Friday, April 2, 2010

Double-Speak

"AP - The nation's economy posted its largest job gain in three years in March, while the unemployment rate remained at 9.7 percent for the third straight month."

[Editor] I hope I am not alone in noticing what appears to be administration double-speak here. If there are significant job gains, as touted here, then should not the unemployment rate show that?

"The Labor Department said employers added 162,000 jobs in March, the most since the recession began but below analysts' expectations of 190,000. The total includes 48,000 temporary workers hired for the U.S. Census.'

[Editor] I see - a full 25% of those "gains" are bogus - not only are they government jobs, which do not count because they put no new money into the economy, but they are VERY temporary.

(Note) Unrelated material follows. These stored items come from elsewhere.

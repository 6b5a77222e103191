"""P8, solute scaling speed: MD steps/s of a solute-scaled walker vs plain MD, one system.

The bundled system ``alanine-tip3p`` (capped alanine in 233 TIP3P waters, PME with a
0.9 nm cutoff, bonds to hydrogen constrained) on the CPU platform, with the platform
properties a boost walker gets (``boost.engine.platform_properties``: ``--threads``
threads, DeterministicForces on unless ``--fast-forces``). Two contexts, one integrator
each (LangevinMiddleIntegrator, 300 K, 1/ps, 2 fs, the same seed):

- plain: the built System;
- scaled: ``build_solute_scaled_system`` with the peptide as solute (mdtraj selection
  ``protein``), put at λ = ``--scale`` (0.6) by ``set_solute_scale``.

Each trial runs one cycle (``--cycle-steps`` MD steps) on each side, in alternating
order, timed on its own (wall and CPU time): plain MD, scaled MD, and scaled MD followed
by one ``compute_solute_parts`` (what a solute-tempering walker does per cycle). Printed:
the median steps/s of each side and the median over trials of the ratios scaled / plain,
wall and CPU (target ≥ 0.9 for MD alone, judged on CPU time, which other processes on the
core do not stretch; the cycle with its part evaluation is shown beside it), the
cost of one part evaluation in plain MD steps and as a share of a cycle's MD, and where
the time of one force evaluation goes, force by force, in each system (the profile that
says what to change if the ratio misses).

With one thread the process pins itself to one core, so that both sides get the same
core whatever else runs on the machine.

Run: python bench/p8_solute_speed.py [--trials 9] [--cycle-steps 500] [--threads 1]
"""

import argparse
import statistics
import time

import mdtraj
import openmm
from openmm import unit

import benchlib
from boost import systems
from boost.engine import platform_properties
from boost.protocol import PlatformSettings
from boost.solute_scaling import build_solute_scaled_system, compute_solute_parts, set_solute_scale
from boost.spec import Node
from boost.system_spec import read_system_spec

TARGET = 0.9
SYSTEM = "alanine-tip3p"
SOLUTE = "protein"


def _context(system, built, properties):
    integrator = openmm.LangevinMiddleIntegrator(300 * unit.kelvin, 1 / unit.picosecond, 0.002 * unit.picosecond)
    integrator.setRandomNumberSeed(7)
    context = openmm.Context(system, integrator, openmm.Platform.getPlatformByName("CPU"), properties)
    context.setPeriodicBoxVectors(*built.box_vectors * unit.nanometer)
    context.setPositions(built.positions * unit.nanometer)
    return context, integrator


def _equilibrate(context, integrator, steps):
    openmm.LocalEnergyMinimizer.minimize(context, 10.0, 500)
    context.setVelocitiesToTemperature(300 * unit.kelvin, 11)
    integrator.step(steps)


def _seconds(function, repeats=1):
    start = time.perf_counter()
    for _ in range(repeats):
        function()
    return (time.perf_counter() - start) / repeats


def _median_seconds(function, repeats):
    return statistics.median(_seconds(function) for _ in range(repeats))


def _trials(sides, n_trials):
    """(wall, CPU) seconds per trial of each side; the order of the sides rotates from trial to trial.

    CPU time is this process's, OpenMM's threads included: other processes on the core
    stretch wall times but not it.
    """
    seconds = {name: [] for name in sides}
    names = list(sides)
    for trial in range(n_trials):
        for name in names[trial % len(names):] + names[:trial % len(names)]:
            cpu = time.process_time()
            wall = _seconds(sides[name])
            seconds[name].append((wall, time.process_time() - cpu))
    return seconds


def _ratio_row(name, seconds, steps):
    """steps/s and the median ratios scaled / plain (of steps/s), wall and CPU."""
    row = [name]
    for k in (0, 1):
        ratios = [p[k] / s[k] for p, s in zip(seconds["plain MD"], seconds[name])]
        row += [f"{steps / statistics.median(s[k] for s in seconds[name]):.1f}",
                f"{statistics.median(ratios):.3f} ({min(ratios):.3f} - {max(ratios):.3f})"]
    return row, statistics.median(p[1] / s[1] for p, s in zip(seconds["plain MD"], seconds[name]))


def _by_force(system, built, properties):
    """Median ms of one energy + forces evaluation of each force, one force group each."""
    copy = openmm.XmlSerializer.clone(system)
    names = []
    for group, force in enumerate(copy.getForces()):
        force.setForceGroup(group)
        names.append(type(force).__name__)
    context, _ = _context(copy, built, properties)
    return {f"{group}: {name}": 1e3 * _median_seconds(
        lambda: context.getState(getEnergy=True, getForces=True, groups={group}), 15)
        for group, name in enumerate(names)}


def main():
    parser = argparse.ArgumentParser(description=__doc__.splitlines()[0])
    parser.add_argument("--trials", type=int, default=9)
    parser.add_argument("--cycle-steps", type=int, default=500, help="MD steps per cycle (500 = 1 ps)")
    parser.add_argument("--threads", type=int, default=1)
    parser.add_argument("--scale", type=float, default=0.6, help="solute scale λ of the scaled walker")
    parser.add_argument("--fast-forces", action="store_true", help="DeterministicForces off")
    args = parser.parse_args()
    if args.threads == 1:
        benchlib.pin_to_one_core()
    properties = platform_properties("CPU", PlatformSettings("CPU", args.threads, not args.fast_forces))
    benchlib.describe_machine(f"P8 solute scaling speed: scaled walker vs plain MD, CPU platform {properties}")
    built = systems.build_system(read_system_spec(Node(SYSTEM, "bench", "system"), "."))
    solute = mdtraj.Topology.from_openmm(built.topology).select(SOLUTE)
    scaled = build_solute_scaled_system(built.system, solute)
    n_waters = sum(residue.name == "HOH" for residue in built.topology.residues())
    print(f"system    {SYSTEM}: {built.system.getNumParticles()} particles ({len(solute)} solute atoms, "
          f"selection '{SOLUTE}'; {n_waters} waters), cube edge {built.box_vectors[0, 0]:.3f} nm; "
          f"λ = {args.scale}, {args.cycle_steps} steps per cycle, {args.trials} trials", flush=True)

    plain, plain_integrator = _context(built.system, built, properties)
    walker, walker_integrator = _context(scaled.system, built, properties)
    set_solute_scale(walker, args.scale)
    for context, integrator in ((plain, plain_integrator), (walker, walker_integrator)):
        _equilibrate(context, integrator, args.cycle_steps)

    steps = args.cycle_steps
    seconds = _trials({
        "plain MD": lambda: plain_integrator.step(steps),
        "scaled MD": lambda: walker_integrator.step(steps),
        "scaled MD + parts": lambda: (walker_integrator.step(steps), compute_solute_parts(scaled, walker)),
    }, args.trials)
    rows = []
    for name in ("plain MD", "scaled MD", "scaled MD + parts"):
        row, cpu_ratio = _ratio_row(name, seconds, steps)
        rows.append(row + ["" if name == "plain MD" else benchlib.verdict(cpu_ratio, TARGET)])
    print()
    benchlib.print_table(("side", "steps/s, wall", "÷ plain, wall: median (range)", "steps/s, CPU",
                          "÷ plain, CPU: median (range)", f"CPU ratio ≥ {TARGET}"), rows)

    step_plain = statistics.median(wall for wall, _ in seconds["plain MD"]) / steps
    cycle_scaled = statistics.median(wall for wall, _ in seconds["scaled MD"])
    parts = _median_seconds(lambda: compute_solute_parts(scaled, walker), 21)
    energy = _median_seconds(lambda: walker.getState(getEnergy=True), 21)
    print()
    benchlib.print_table(("piece", "ms", "in plain MD steps", f"share of a {steps}-step cycle's scaled MD"), [
        ("MD step, plain", f"{1e3 * step_plain:.3f}", "1", ""),
        ("energy evaluation, scaled", f"{1e3 * energy:.3f}", f"{energy / step_plain:.2f}",
         f"{100 * energy / cycle_scaled:.2f} %"),
        ("compute_solute_parts", f"{1e3 * parts:.3f}", f"{parts / step_plain:.2f}",
         f"{100 * parts / cycle_scaled:.2f} %")])

    plain_forces = _by_force(built.system, built, properties)
    scaled_forces = _by_force(scaled.system, built, properties)
    print("\none energy + forces evaluation per force (ms, median of 15; PME's reciprocal part is in "
          "the NonbondedForce)")
    benchlib.print_table(("system", "force group: force", "ms"),
                         [("plain", name, f"{ms:.3f}") for name, ms in plain_forces.items()]
                         + [("scaled", name, f"{ms:.3f}") for name, ms in scaled_forces.items()])
    benchlib.describe_load("end")


if __name__ == "__main__":
    main()
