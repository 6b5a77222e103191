"""P1, driver overhead: a boost replica-exchange run against a bare loop of integrator.step.

Both sides run on one core (this process and every worker it starts are pinned to the
same core), over the same systems (the plan's OpenMM System, umbrella forces included),
integrator, platform, temperatures and steps per cycle. The boost side is the real
Scheduler into a temporary run folder; only its cycle loop is timed (worker start,
contexts, minimisation and the first checkpoint are setup and left out; the bare loop
likewise leaves out context creation and one warm-up cycle). Trials alternate
boost/bare so slow drifts in machine load hit both.

Ratio = aggregate steps/s of boost / steps/s of the bare loop (target >= 0.97), by wall
time and by CPU time (this process plus its worker processes), the second being less
sensitive to other load on the machine.

Run: python bench/p1_overhead.py [--walkers 8] [--cycle-ps 0.5] [--production-ps 100] [--trials 3]
"""

import argparse
import statistics
import time

import numpy as np

import benchlib

TARGET = 0.97

PROTOCOL = """\
protocol: 1
title: P1 benchmark, temperature replica exchange of capped alanine in vacuum
system: alanine-vacuum
seed: 101
temperature: 300 K
timestep: 2 fs
platform: {{name: Reference, workers: 1}}
coordinates:
  phi: {{dihedral: ["resid 0 and name C", "resid 1 and name N", "resid 1 and name CA", "resid 1 and name C"]}}
  psi: {{dihedral: ["resid 1 and name N", "resid 1 and name CA", "resid 1 and name C", "resid 2 and name N"]}}
temperatures: {{lowest: 300 K, highest: 450 K, count: {walkers}}}
exchange: {{scheme: neighbours}}
run:
  cycle: {cycle} ps
  production: {production} ps
"""


def per_call_cpu_us(function, repeats):
    start = time.process_time()
    for _ in range(repeats):
        function()
    return (time.process_time() - start) / repeats * 1e6


def cost_breakdown(scheduler, plan, folder):
    """CPU µs per cycle of each piece of driver work, measured in this process."""
    from boost.store import Ledger
    from boost.workers import SerialWorkers

    workers = SerialWorkers(scheduler._walker_setup())
    host, n = workers.host, plan.n_walkers
    walker = host.walkers[0]
    steps = plan.protocol.run.steps_per_cycle
    rows = [("MD: integrator.step, all walkers", per_call_cpu_us(lambda: walker.integrator.step(steps), 20) * n)]
    rows.append(("worker: getState + numpy positions (observe)", per_call_cpu_us(walker.observe, 300) * n))
    observations = {r: w.observe() for r, w in host.walkers.items()}
    rows.append(("worker: coordinate values in numpy (all walkers at once)", per_call_cpu_us(
        lambda: host._coordinate_values(observations), 300)))
    reports = [host.propagate(0, False)[r] for r in range(n)]
    import pickle
    rows.append(("pipes: pickle + unpickle the reports", per_call_cpu_us(
        lambda: pickle.loads(pickle.dumps(reports)), 300)))
    assignment = list(range(n))
    rows.append(("driver: reduced potentials u_kr", per_call_cpu_us(
        lambda: scheduler._evaluate(reports, assignment, 0), 300)))
    values_rc, u_kr = scheduler._evaluate(reports, assignment, 0)
    rng = np.random.default_rng(1)
    rows.append(("driver: swap attempts", per_call_cpu_us(lambda: scheduler._swap(u_kr, assignment, 0, rng), 300)))
    ledger = Ledger(folder / "breakdown.sqlite", coordinate_names=tuple(plan.coordinates))
    ledger.create(plan.conditions, {"benchmark": True})
    counter = iter(range(10**9))
    rows.append(("driver: ledger transaction (SQLite)", per_call_cpu_us(lambda: ledger.record_cycle(
        next(counter), time=0.0, production=True, condition_r=assignment,
        potential_r=[o.potential for o in reports], volume_r=[None] * n, values_rc=values_rc, u_kr=u_kr,
        swaps=[(0, 1, 1, 0)]), 300)))
    ledger.close()
    checkpoint_every = plan.protocol.run.checkpoint_every
    rows.append((f"driver: checkpoint (every {checkpoint_every} cycles, per cycle)", per_call_cpu_us(
        lambda: scheduler._checkpoint(workers, 0, assignment, rng), 20) / checkpoint_every))
    workers.close()
    return rows


def layout_probe(scheduler, n_cycles):
    """Seconds (wall, CPU) to propagate all walkers n_cycles through boost.workers layouts.

    Diagnostic only (not the target): the same walkers in this process, in one worker
    process, and one process per walker.
    """
    from boost.workers import ProcessWorkers, SerialWorkers

    setup = scheduler._walker_setup()
    n = len(setup.seeds)
    steps = scheduler.plan.protocol.run.steps_per_cycle
    layouts = [("all walkers in the driver process", lambda: SerialWorkers(setup)),
               ("all walkers in one worker process", lambda: ProcessWorkers(setup, [list(range(n))])),
               ("one worker process per walker", lambda: ProcessWorkers(setup, [[r] for r in range(n)]))]
    # boost uses the first two (workers=1 on one core: the first); the third shows what
    # process switching alone costs when walkers outnumber cores.
    rows = []
    for name, make in layouts:
        workers = make()
        workers.draw_velocities(dict(enumerate(setup.seeds)))
        workers.propagate(steps)
        cpu, start = benchlib.tree_cpu_seconds(), time.perf_counter()
        for _ in range(n_cycles):
            workers.propagate(steps)
        rows.append((name, time.perf_counter() - start, benchlib.tree_cpu_seconds() - cpu))
        workers.close()
    return rows


def main():
    parser = argparse.ArgumentParser(description=__doc__.splitlines()[0])
    parser.add_argument("--walkers", type=int, default=8)
    parser.add_argument("--cycle-ps", type=float, default=0.5)
    parser.add_argument("--production-ps", type=float, default=100.0)
    parser.add_argument("--trials", type=int, default=3)
    args = parser.parse_args()
    core = benchlib.pin_to_one_core()
    benchlib.describe_machine("P1 driver overhead: boost replica exchange vs bare integrator.step loop")
    print(f"pinned to core {core}; {args.walkers} walkers of capped alanine (vacuum, Reference), "
          f"temperature ladder 300-450 K with neighbour swaps, cycle {args.cycle_ps} ps, "
          f"{args.production_ps} ps per walker per trial\n", flush=True)
    rows, wall_ratios, cpu_ratios = [], [], []
    with benchlib.temporary_folder("p1") as tmp:
        from pathlib import Path
        tmp = Path(tmp)
        path = benchlib.write_protocol(tmp, "p1", PROTOCOL.format(
            walkers=args.walkers, cycle=args.cycle_ps, production=args.production_ps))
        for trial in range(args.trials):
            result = benchlib.timed_run(path, tmp / f"run-{trial}")
            plan = result["plan"]
            bare_s, bare_cpu = benchlib.bare_loop_seconds(plan, result["n_cycles"], plan.protocol.run.steps_per_cycle)
            wall_ratios.append(bare_s / result["loop_s"])
            cpu_ratios.append(bare_cpu / result["loop_cpu_s"])
            overhead_ms = (result["loop_s"] - bare_s) / result["n_cycles"] * 1e3
            rows.append((trial, f"{result['steps'] / result['loop_s']:.0f}", f"{result['steps'] / bare_s:.0f}",
                         f"{wall_ratios[-1]:.3f}", f"{cpu_ratios[-1]:.3f}", f"{overhead_ms:.2f}",
                         f"{result['setup_s']:.1f}"))
        benchlib.print_table(("trial", "boost steps/s", "bare steps/s", "ratio (wall)", "ratio (CPU)",
                              "overhead ms/cycle", "boost setup s"), rows)
        wall, cpu = statistics.median(wall_ratios), statistics.median(cpu_ratios)
        print(f"\nP1 median ratio: wall {wall:.3f}, CPU {cpu:.3f} (target >= {TARGET}): "
              f"{benchlib.verdict(wall, TARGET)} by wall time, {benchlib.verdict(cpu, TARGET)} by CPU time")
        benchlib.describe_load("end")
        print("Where the time of one cycle goes (CPU µs, measured in this process):")
        from boost.scheduler import Scheduler
        (tmp / "breakdown").mkdir()
        scheduler = Scheduler(plan, tmp / "breakdown", progress=False, workers=1)
        pieces = cost_breakdown(scheduler, plan, tmp)
        md = pieces[0][1]
        benchlib.print_table(("piece", "µs per cycle", "share of MD"),
                             [(name, f"{us:.0f}", f"{us / md:.1%}") for name, us in pieces])
        n_probe = result["n_cycles"] // 2
        bare_s, bare_cpu = benchlib.bare_loop_seconds(plan, n_probe, plan.protocol.run.steps_per_cycle)
        print(f"\nWorker layouts (diagnostic: workers.propagate only, {n_probe} cycles, vs a bare loop "
              "measured next to them):")
        benchlib.print_table(("layout", "wall s", "CPU s", "bare/layout (wall)", "bare/layout (CPU)"),
                             [("bare integrator.step loop", f"{bare_s:.2f}", f"{bare_cpu:.2f}", "1", "1")] +
                             [(name, f"{w:.2f}", f"{c:.2f}", f"{bare_s / w:.3f}", f"{bare_cpu / c:.3f}")
                              for name, w, c in layout_probe(scheduler, n_probe)])


if __name__ == "__main__":
    main()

"More Americans entered the work force last month, which prevented the increase in jobs from reducing the unemployment rate."

[Editor] This sounds plausible and makes this liberal-slanted story appear legitimate until you actually stop and think:

There is not a month goes by that more Americans do not enter the workforce - every month, kids turn of working age.Using that as an excuse this month and not taking it into account in previous months is disingenuous, to say the least. In ANY month where the unemployment rate remains unchanged, that shows that jobs were gained and lost at the same rate because more workers entered the job market. It is simple math. If someone gets a job but the jobless rate is unchanged, then someone else must have either lost a job or a new worker did not find one. If you have ten people and only five are working, the unemployment rate is 50%. If you add two people who turn of age, and one of those finds a job, you STILL have an unemployment rate of 50%. Are more people working? Yes - six are working. But more people are also unemployed, because in order for the rate not to change, six, instead of five are now unemployed.

In short, this AP article is the typical liberal spin that AP churns out. The facts are far different from the story they paint - because the rate is unchanged, yet people were added to the workforce, that can only mean that more people (numbers, not percentage) are unemployed than before.

When you add people to the job market, yet the unemployment rate remains the same, that means at least half the new job seekers are now joining the ranks of the unemployed. So, while the "rate" is unchanged, the number of unemployed is up, not down as this story intentionally tries to falsely imply.